Although this study provides valuable results, there are some limitations. The study was conducted in controlled conditions (practically a closed road section, dry daytime weather, lack of other traffic, all new traffic signs, relatively low driving speed, etc.) that are not generally present in the real world. However, such controlled conditions represent the best-case scenario, meaning that TSRS accuracy would decrease even more in real world conditions. Moreover, the study included only 17 cars from 14 brands. Even though the used sample is relatively small, most of the major car brands were included and all cars had the best equipment provided by the manufacturer. Finally, due to unavailability of the technical data, proper comparison of the TSRS was not possible.
The main aim of this field study was to test whether differences between detection and readability accuracy of market-ready TSRS exist and to what extent, as well as how different “graphical changes” affect their accuracy. A total of 17 cars from 14 brands were tested. Fourteen cars were from different manufacturers while three were from the same manufacturer. The results confirm that TSRS accuracy differs between car brands and even between the same brand, although, due to a limited sample, this needs to be further tested. Furthermore, graphical changes significantly affected the accuracy of the TSRS in all vehicles compared to the control condition (ranging from 62% to 99%).

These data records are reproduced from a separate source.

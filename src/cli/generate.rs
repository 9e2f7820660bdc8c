//! `oddsboard generate` (hidden): writes a seeded, invented incident of a
//! given size, for benchmarks and tests.

use super::CliResult;
use crate::model::generate::{GenerateSpec, generate_file};
use anyhow::Context;
use std::path::PathBuf;

#[derive(Debug, clap::Args)]
pub struct Args {
    /// Number of units.
    #[arg(long, default_value_t = 30)]
    pub units: usize,
    /// Number of tasks.
    #[arg(long, default_value_t = 6)]
    pub tasks: usize,
    /// Number of traits (capability dimensions).
    #[arg(long, default_value_t = 3)]
    pub traits: usize,
    /// Number of unit types (default: the number of traits, at least 2).
    #[arg(long)]
    pub types: Option<usize>,
    /// Seed of the generator; the same seed gives the same incident.
    #[arg(long, default_value_t = 0)]
    pub seed: u64,
    /// Leave every unit in reserve (no placement on the ground).
    #[arg(long)]
    pub no_placement: bool,
    /// Write to this file instead of stdout (refuses to overwrite).
    #[arg(long)]
    pub out: Option<PathBuf>,
}

pub fn run(args: Args) -> CliResult {
    if args.traits == 0 {
        anyhow::bail!("--traits: must be at least 1");
    }
    let mut spec = GenerateSpec::new(args.units, args.tasks, args.traits)
        .seed(args.seed)
        .placed(!args.no_placement);
    if let Some(t) = args.types {
        if t == 0 {
            anyhow::bail!("--types: must be at least 1");
        }
        spec = spec.types(t);
    }
    let yaml = serde_yaml::to_string(&generate_file(&spec)).context("cannot write YAML")?;
    let text = format!(
        "# Invented incident written by `oddsboard generate` (seed {}); not real data.\n{yaml}",
        args.seed
    );
    match args.out {
        None => print!("{text}"),
        Some(path) => {
            use std::io::Write;
            let mut f = std::fs::OpenOptions::new()
                .write(true)
                .create_new(true)
                .open(&path)
                .with_context(|| format!("{}: cannot create", path.display()))?;
            f.write_all(text.as_bytes())
                .with_context(|| format!("{}: cannot write", path.display()))?;
        }
    }
    Ok(())
}
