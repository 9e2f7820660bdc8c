//! The command line: clap definitions and one module per subcommand.
//!
//! Each subcommand module owns its `Args` (clap) and a `run(Args)` function
//! returning [`CliResult`]. Exit codes: 0 success, 1 bad input (any error a
//! subcommand returns), 2 usage error (clap).

use clap::{CommandFactory, FromArgMatches, Parser, Subcommand};
use std::process::ExitCode;

pub mod advise;
pub mod charts;
pub mod check;
pub mod dash;
pub mod generate;
pub mod input;
pub mod json;
pub mod odds;
pub mod plan;
pub mod progress;
pub mod ratings;
pub mod record;
pub mod render;
pub mod replay;
pub mod report;
pub mod sheet;
pub mod shell;
pub mod simulate;
pub mod start;
pub mod timeline;
pub mod watch;

/// What a subcommand returns; an error is printed and exits 1.
pub type CliResult = anyhow::Result<()>;

const EXIT_CODES: &str = "\
Exit codes:
  0  success
  1  bad input (an invalid file, log or event; the error names file, line, field)
  2  usage error (unknown command or flag)";

/// The exit codes and the standing caution, after `--help`.
fn after_help() -> String {
    format!(
        "{EXIT_CODES}\n\n{}",
        render::wrap(&crate::safety::standing_caution(), 79, "").trim_end()
    )
}

/// Risk-adaptive re-tasking of response units during an emergency incident.
#[derive(Debug, Parser)]
#[command(name = "oddsboard", version, about, after_help = after_help())]
pub struct Cli {
    #[command(subcommand)]
    pub command: Command,
}

#[derive(Debug, Subcommand)]
pub enum Command {
    /// Validate an incident file or a log.
    Check(check::Args),
    /// Odds of the placement on the ground, per task and trait, with regime.
    Odds(odds::Args),
    /// Recommend a placement: moves, odds before → after, baselines.
    Plan(plan::Args),
    /// Monte Carlo of the placement: success rates beside the model's odds.
    Simulate(simulate::Args),
    /// Create a log whose first record is the incident in FILE.
    Start(start::Args),
    /// Append one event (or one per line from stdin) to a log.
    Record(record::Args),
    /// The commander's interactive dashboard.
    Dash(dash::Args),
    /// Read-only dashboard that follows a live log.
    Watch(watch::Args),
    /// Replay a saved log step by step.
    Replay(replay::Args),
    /// One row per log record with the odds after it.
    Timeline(timeline::Args),
    /// After-action report (Markdown) of a log.
    Report(report::Args),
    /// Ratings learned from the field readings of many logs (REML).
    Ratings(ratings::Args),
    /// Fragile units, resource requests and life-safety notes.
    Advise(advise::Args),
    /// The briefing sheet: per task its units, odds and notes; reserve.
    Sheet(sheet::Args),
    /// Print a shell completion script (bash, zsh, fish, …) on stdout.
    Completions(shell::CompletionsArgs),
    /// Print the manual page (roff) on stdout, or write every page with --dir.
    Man(shell::ManArgs),
    /// Write a seeded, invented incident of a given size (benchmarks, tests).
    #[command(hide = true)]
    Generate(generate::Args),
}

/// What `--version` prints after the program's name: the program's version
/// and the log format it writes (a log of a newer format is refused).
pub fn version_text() -> String {
    format!(
        "{} (log format {})",
        env!("CARGO_PKG_VERSION"),
        crate::log::FORMAT_VERSION
    )
}

/// The clap command with the full version text; the parser, the completions
/// and the manual pages all come from it.
pub fn command() -> clap::Command {
    Cli::command().version(version_text())
}

/// Entry point of the binary.
pub fn main() -> ExitCode {
    let parsed = command()
        .try_get_matches()
        .and_then(|mut m| Cli::from_arg_matches_mut(&mut m));
    let cli = match parsed {
        Ok(cli) => cli,
        Err(e) => {
            let code = if e.use_stderr() { 2 } else { 0 };
            let _ = e.print();
            return ExitCode::from(code);
        }
    };
    match run(cli.command) {
        Ok(()) => ExitCode::SUCCESS,
        Err(e) => {
            if let Some(crate::tui::launch::Signalled(n)) = e.downcast_ref() {
                // The terminal is restored and every action is in the log.
                eprintln!("oddsboard: stopped by signal {n}");
                return ExitCode::from(u8::try_from(128 + n).unwrap_or(255));
            }
            eprintln!("error: {}", crate::clean::clean_lines(&error_text(&e)));
            ExitCode::from(1)
        }
    }
}

/// The error and its causes on one line, each said once: the core's errors
/// already name their cause (`file: cannot read: No such file…`), so a
/// cause whose text is already there is not repeated.
pub fn error_text(e: &anyhow::Error) -> String {
    let mut text = String::new();
    for cause in e.chain() {
        let c = cause.to_string();
        if text.contains(&c) {
            continue;
        }
        if !text.is_empty() {
            text.push_str(": ");
        }
        text.push_str(&c);
    }
    text
}

pub fn run(command: Command) -> CliResult {
    match command {
        Command::Check(a) => check::run(a),
        Command::Odds(a) => odds::run(a),
        Command::Plan(a) => plan::run(a),
        Command::Simulate(a) => simulate::run(a),
        Command::Start(a) => start::run(a),
        Command::Record(a) => record::run(a),
        Command::Dash(a) => dash::run(a),
        Command::Watch(a) => watch::run(a),
        Command::Replay(a) => replay::run(a),
        Command::Timeline(a) => timeline::run(a),
        Command::Report(a) => report::run(a),
        Command::Ratings(a) => ratings::run(a),
        Command::Advise(a) => advise::run(a),
        Command::Sheet(a) => sheet::run(a),
        Command::Completions(a) => shell::run_completions(a),
        Command::Man(a) => shell::run_man(a),
        Command::Generate(a) => generate::run(a),
    }
}
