//! `oddsboard check FILE`: validates an incident file or a log. Exit 0 with
//! a one-line summary, or every problem as `file:line:col: path: message`
//! and exit 1. `--json` prints `{ "ok", "errors": [ … ] }` on stdout.

use super::CliResult;
use super::input::{load_state, looks_like_log};
use crate::model::{Diagnostic, Incident, LoadError, Tier, UnitStatus, load_incident_file};
use serde::Serialize;
use std::path::{Path, PathBuf};

#[derive(Debug, clap::Args)]
pub struct Args {
    /// Incident file (YAML) or log.
    pub file: PathBuf,
    /// Print one JSON document on stdout: `{ "ok": bool, "summary": text or
    /// null, "errors": [ { "file", "line", "column", "path", "message" } ] }`.
    #[arg(long)]
    pub json: bool,
}

#[derive(Serialize)]
struct Report {
    ok: bool,
    summary: Option<String>,
    errors: Vec<ErrorEntry>,
}

#[derive(Serialize)]
struct ErrorEntry {
    file: String,
    line: Option<usize>,
    column: Option<usize>,
    path: String,
    message: String,
}

impl From<Diagnostic> for ErrorEntry {
    fn from(d: Diagnostic) -> Self {
        ErrorEntry {
            file: d.file,
            line: d.line,
            column: d.column,
            path: d.path,
            message: d.message,
        }
    }
}

pub fn run(args: Args) -> CliResult {
    let is_log = looks_like_log(&args.file);
    let loaded: anyhow::Result<Incident> = if is_log {
        load_state(&args.file)
    } else {
        load_incident_file(&args.file).map_err(anyhow::Error::from)
    };
    match loaded {
        Ok(incident) => {
            let summary = summary(&incident, is_log);
            if args.json {
                let report = Report {
                    ok: true,
                    summary: Some(summary),
                    errors: Vec::new(),
                };
                super::json::print_pretty(&report)?;
            } else {
                println!("{}", crate::clean::clean_lines(&summary));
            }
            Ok(())
        }
        Err(e) => {
            if args.json {
                let report = Report {
                    ok: false,
                    summary: None,
                    errors: error_entries(&e, &args.file),
                };
                super::json::print_pretty(&report)?;
                let n = report.errors.len();
                anyhow::bail!(
                    "{}: {n} problem{} (listed on stdout)",
                    args.file.display(),
                    if n == 1 { "" } else { "s" }
                );
            }
            Err(e)
        }
    }
}

/// The located diagnostics behind `e`, or `e` itself as one entry.
fn error_entries(e: &anyhow::Error, file: &Path) -> Vec<ErrorEntry> {
    match e.downcast_ref::<LoadError>() {
        Some(load) => load.diagnostics().into_iter().map(Into::into).collect(),
        None => vec![ErrorEntry {
            file: file.display().to_string(),
            line: None,
            column: None,
            path: String::new(),
            message: super::error_text(e),
        }],
    }
}

fn plural(n: usize, one: &str, many: &str) -> String {
    format!("{n} {}", if n == 1 { one } else { many })
}

/// `ok: <name>: 12 units (1 out of service), 6 tasks (2 life, …), placement:
/// 8 placed, 2 pins`.
pub fn summary(incident: &Incident, is_log: bool) -> String {
    let out_of_service = incident
        .units
        .iter()
        .filter(|u| u.status == UnitStatus::OutOfService)
        .count();
    let mut units = plural(incident.roster_len(), "unit", "units");
    if out_of_service > 0 {
        units.push_str(&format!(" ({out_of_service} out of service)"));
    }
    let mut by_tier: Vec<String> = Tier::ALL
        .iter()
        .filter_map(|&tier| {
            let n = incident
                .tasks
                .iter()
                .filter(|t| t.is_open() && t.tier == tier)
                .count();
            (n > 0).then(|| format!("{n} {}", tier.as_str()))
        })
        .collect();
    let closed = incident.tasks.iter().filter(|t| !t.is_open()).count();
    if closed > 0 {
        by_tier.push(format!("{closed} closed"));
    }
    let mut tasks = plural(incident.tasks.len(), "task", "tasks");
    if !by_tier.is_empty() {
        tasks.push_str(&format!(" ({})", by_tier.join(", ")));
    }
    let placed = incident.placement.0.iter().filter(|p| p.is_some()).count();
    format!(
        "ok: {}{}: {units}, {tasks}, placement: {placed} placed, {}",
        incident.name,
        if is_log {
            " (log, state at its end)"
        } else {
            ""
        },
        plural(incident.pins.len(), "pin", "pins"),
    )
}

Based on the results and limitations of this study, future research should investigate TSRS accuracy on real roads with other traffic present and in different conditions as well as different types and quality of traffic signs. In order to develop a deeper insight, the technical data about the installed TSRS should be analyzed in order to evaluate each system and its limitations. Furthermore, a detailed elaboration of standardization methodology and principles should also be developed.